My heart is heavy, for them, Taiwo and everyone who loves you. And for everyone that knew you, that were privileged to partake of your short life.
No parent deserves to lose their child(ren).
I pray for them even though they are far out of my reach and we may not get to sit or laugh together again, my heart touches them too often.
And I pray. For strength. For grace. For love. For clarity. For revelation. For reasons to laugh, not in resignation or bitterness but heartily with hope.
I pray for the oil of gladness for them. Beauty for their ashes, for our ashes.
I try not to think of the what ifs. It is useless pursuing that line of thought.
Nothing makes sense.
Your death does not.
No one would know how dearly you are loved, even now.
We were one for not long, but even now, we are one in Tiwatope.
Your senseless death fails to make sense, even now.
We have been through all the motions over and over again. Denial. Pain. Anguish. Acceptance. Resignation.
All the motions I went through after mum’s sudden death which I still struggle to cope with by the way -12years after.
But it still is hard to take in. To let sink in. But it is futile to not let it sink.
It seems just like yesterday.
They say it gets better with time but time has failed to live up to the task of healing -for the second time, rather preferring to deaden for brief moments in time. Maybe that is just what we need to keep moving. And keep living.
Cry as we want in our heart, the heavens have a firm grip of you.
1 Thessalonians 4:13
But I would not have you to be ignorant, brethren, concerning them which are asleep, that ye sorrow not, even as others which have no hope.

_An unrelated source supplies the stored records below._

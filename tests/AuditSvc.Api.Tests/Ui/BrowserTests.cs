using System.Net;
using System.Net.Http.Headers;
using System.Net.Http.Json;
using System.Text.Json;
using AuditSvc.Api.Tests.Hosting;
using AuditSvc.Cli.Demo;
using Xunit.Abstractions;

namespace AuditSvc.Api.Tests.Ui;

/// <summary>
/// The pages in a real browser. The login page is rendered with Chromium's own --dump-dom and --screenshot. The
/// audit page sits behind a sign-in, which the command-line flags cannot do, so the test signs in over HTTP as a
/// browser would, puts that session cookie into Chromium through the DevTools protocol (Network.setCookie), and
/// navigates there: no test-only endpoint, the page is served exactly as to a reviewer.
/// Set AUDITSVC_UI_SCREENSHOT to a .png path to keep the audit page's screenshots.
/// </summary>
public sealed class BrowserTests(ITestOutputHelper output)
{
    [PgFact]
    public async Task Pages_InHeadlessChromium_RenderLoginFormAndSignedInAuditPage()
    {
        if (!Chromium.Available(output)) return;
        await using var svc = await ServiceUnderTest.StartAsync(workers: 1, realEngine: true);
        var id = await DemoAuditAsync(svc);
        var (key, info) = await BrowserSession.KeyAsync(svc, "team-a", "rita");
        using var session = new BrowserSession(svc);
        (await session.LoginAsync(key)).Dispose();
        var token = BrowserSession.TokenIn(await session.GetPageAsync($"/ui/audits/{id}"));
        using (var review = await session.PostFormAsync($"/ui/audits/{id}/reviews", ("__af", token), ("cue", "stamp=yes"), ("decision", "spurious-cue"),
            ("comment", "corner stamp, not fruit")))
            Assert.Equal(HttpStatusCode.SeeOther, review.StatusCode);
        var shots = Directory.CreateTempSubdirectory("auditsvc-shots-").FullName;

        var loginDom = await Chromium.RunAsync("--dump-dom", new Uri(svc.Address, "/ui/login").ToString());
        var loginPng = Path.Combine(shots, "login.png");
        await Chromium.RunAsync($"--screenshot={loginPng}", new Uri(svc.Address, "/ui/login").ToString());

        Assert.Contains("<form method=\"post\" action=\"/ui/login\" id=\"login\">", loginDom, StringComparison.Ordinal);
        Assert.Contains("name=\"key\"", loginDom, StringComparison.Ordinal);
        Assert.Contains("name=\"__af\"", loginDom, StringComparison.Ordinal);
        AssertPng(await File.ReadAllBytesAsync(loginPng));

        await using var tools = await DevTools.StartAsync();
        await tools.SendAsync("Network.setCookie", new
        {
            name = session.Session!.Name, value = session.Session.Value, url = svc.Address.ToString(), httpOnly = true, sameSite = "Strict",
        });
        await tools.SendAsync("Page.enable");
        await tools.NavigateAsync(new Uri(svc.Address, $"/ui/audits/{id}"));
        var dom = await tools.EvaluateAsync("document.documentElement.outerHTML");
        var images = await tools.EvaluateAsync("String(document.querySelectorAll('#report img').length)");
        var broken = await tools.EvaluateAsync("String(Array.from(document.images).filter(i => !i.complete || i.naturalWidth === 0).length)");
        var reviewTop = await tools.EvaluateAsync("String(Math.floor(document.getElementById('review').getBoundingClientRect().top + window.scrollY))");
        var top = await tools.ScreenshotAsync(0, 1400);
        var panel = await tools.ScreenshotAsync(double.Parse(reviewTop, System.Globalization.CultureInfo.InvariantCulture), 1200);
        await File.WriteAllBytesAsync(Path.Combine(shots, "audit.png"), top);
        await File.WriteAllBytesAsync(Path.Combine(shots, "audit-review.png"), panel);
        if (Environment.GetEnvironmentVariable("AUDITSVC_UI_SCREENSHOT") is { Length: > 0 } keep)
        {
            await File.WriteAllBytesAsync(keep, top);
            await File.WriteAllBytesAsync(Path.ChangeExtension(keep, null) + "-review.png", panel);
        }
        Chromium.TryDelete(shots);

        Assert.DoesNotContain("id=\"login\"", dom, StringComparison.Ordinal);
        Assert.Contains("id=\"page-verdict\"", dom, StringComparison.Ordinal);
        Assert.Contains("id=\"verdict\"", dom, StringComparison.Ordinal); // the report's own banner, embedded
        Assert.Contains("id=\"review\"", dom, StringComparison.Ordinal);
        Assert.Contains($"rita ({info.Prefix})", dom, StringComparison.Ordinal);
        Assert.Contains("corner stamp, not fruit", dom, StringComparison.Ordinal);
        Assert.Contains("exemplars in the report ↑", dom, StringComparison.Ordinal);
        Assert.Equal("0", await tools.EvaluateAsync( // every panel link to a finding lands on an article of the report
            "String(Array.from(document.querySelectorAll('#review a[href^=\\'#f-\\']')).filter(a => !document.getElementById(a.getAttribute('href').slice(1))).length)"));
        Assert.True(int.Parse(images, System.Globalization.CultureInfo.InvariantCulture) > 0, "no exemplar crops in the report");
        Assert.Equal("0", broken);
        AssertPng(top);
        AssertPng(panel);
    }

    private static void AssertPng(byte[] bytes) =>
        Assert.True(bytes.Length > 1000 && bytes.AsSpan(0, 8).SequenceEqual(new byte[] { 0x89, 0x50, 0x4E, 0x47, 0x0D, 0x0A, 0x1A, 0x0A }), "not a PNG");

    // The invented demo scenario (as in ComputeEngineTests): a corner stamp linked to one class, audited by the real engine.
    private static async Task<Guid> DemoAuditAsync(ServiceUnderTest svc)
    {
        using var api = await svc.ClientAsync("team-a");
        DemoSetGenerator.Write(Path.Combine(svc.DataRoot, "incoming", "team-a", "fruit"), new DemoSetOptions(600, 0.85, 20261202));
        var model = Path.Combine(RepoRoot(), "seed-demo", "models", "fruit-cue.onnx");
        using var form = new MultipartFormDataContent();
        form.Add(new StringContent(await File.ReadAllTextAsync(Path.ChangeExtension(model, ".recipe.json"))), "recipe");
        form.Add(new StringContent("fruit-cue (invented demo)"), "name");
        var file = new ByteArrayContent(await File.ReadAllBytesAsync(model));
        file.Headers.ContentType = new MediaTypeHeaderValue("application/octet-stream");
        form.Add(file, "model", Path.GetFileName(model));
        var uploaded = await api.PostAsync("/api/models", form);
        Assert.Equal(HttpStatusCode.Created, uploaded.StatusCode);
        var modelId = (await uploaded.Content.ReadFromJsonAsync<JsonElement>()).GetProperty("id").GetGuid();
        var set = await api.PostAsJsonAsync("/api/image-sets/folder", new { path = "incoming/team-a/fruit", name = "fruit demo (invented)", modelId });
        Assert.Equal(HttpStatusCode.Created, set.StatusCode);
        var setId = (await set.Content.ReadFromJsonAsync<JsonElement>()).GetProperty("id").GetGuid();
        var submit = await api.PostAsJsonAsync("/api/audits", new { modelId, imageSetId = setId, chunkSize = 300, policy = new { allowed_attributes = new[] { "defect_area" } } });
        var id = (await submit.Content.ReadFromJsonAsync<AuditSnapshot>())!.Id;
        Assert.Equal("done", (await svc.WaitForEndAsync(api, id)).State);
        return id;
    }

    private static string RepoRoot()
    {
        for (var dir = new DirectoryInfo(AppContext.BaseDirectory); dir is not null; dir = dir.Parent)
            if (File.Exists(Path.Combine(dir.FullName, "AuditSvc.sln"))) return dir.FullName;
        throw new DirectoryNotFoundException("AuditSvc.sln not found above " + AppContext.BaseDirectory);
    }
}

We have a choice to keep crying, mostly inwardly -particularly considering all the ugly incidences that trailed your demise while we were still hurting.
The hurting has not stopped, maybe it will…Someday and we will all have smiles playing at the corner of our lips and true laughter welling in our hearts every time you are remembered.
But I choose today to remember what a beautiful soul you were.
Beautiful, not perfect. Very beautiful. Daring. Full of life. Vivacious. Courageous. Enterprising. Industrious. Independent.
You realized your calling early in life and technically started ‘Awelewa’ even while still in school.
You gave of yourself and you took your destiny into your own hands, resolute in your beliefs.
You provided, without waiting for handouts or the non-existent jobs in the country.
You were firm, unwavering in going after your goals.
You listened even when your eyes speak otherwise.
I remember how you faltered and how you tried to make it right. I remember how you loved, deeply. Very deeply.
I choose to read our last chats -which I still refuse to delete from my phones.
We have submitted to the will of Him who called you to Himself but I still see your smiles.
I see your touch.
I see your candor.
I hear your voice…I still am yet to delete your number.
Edunjobi, even though we miss you dearly, we know you are fine. You made your peace with your maker even though you had no premonition you would be meeting Him so soon.
Didn’t you say to me that Friday noon -with super bright eyes that you could not wait to leave that hospital ward after about 6 long weeks?
Well, you left after all.
And the heavens gained another one so beautiful, Edunjobi…ejire ara isokun.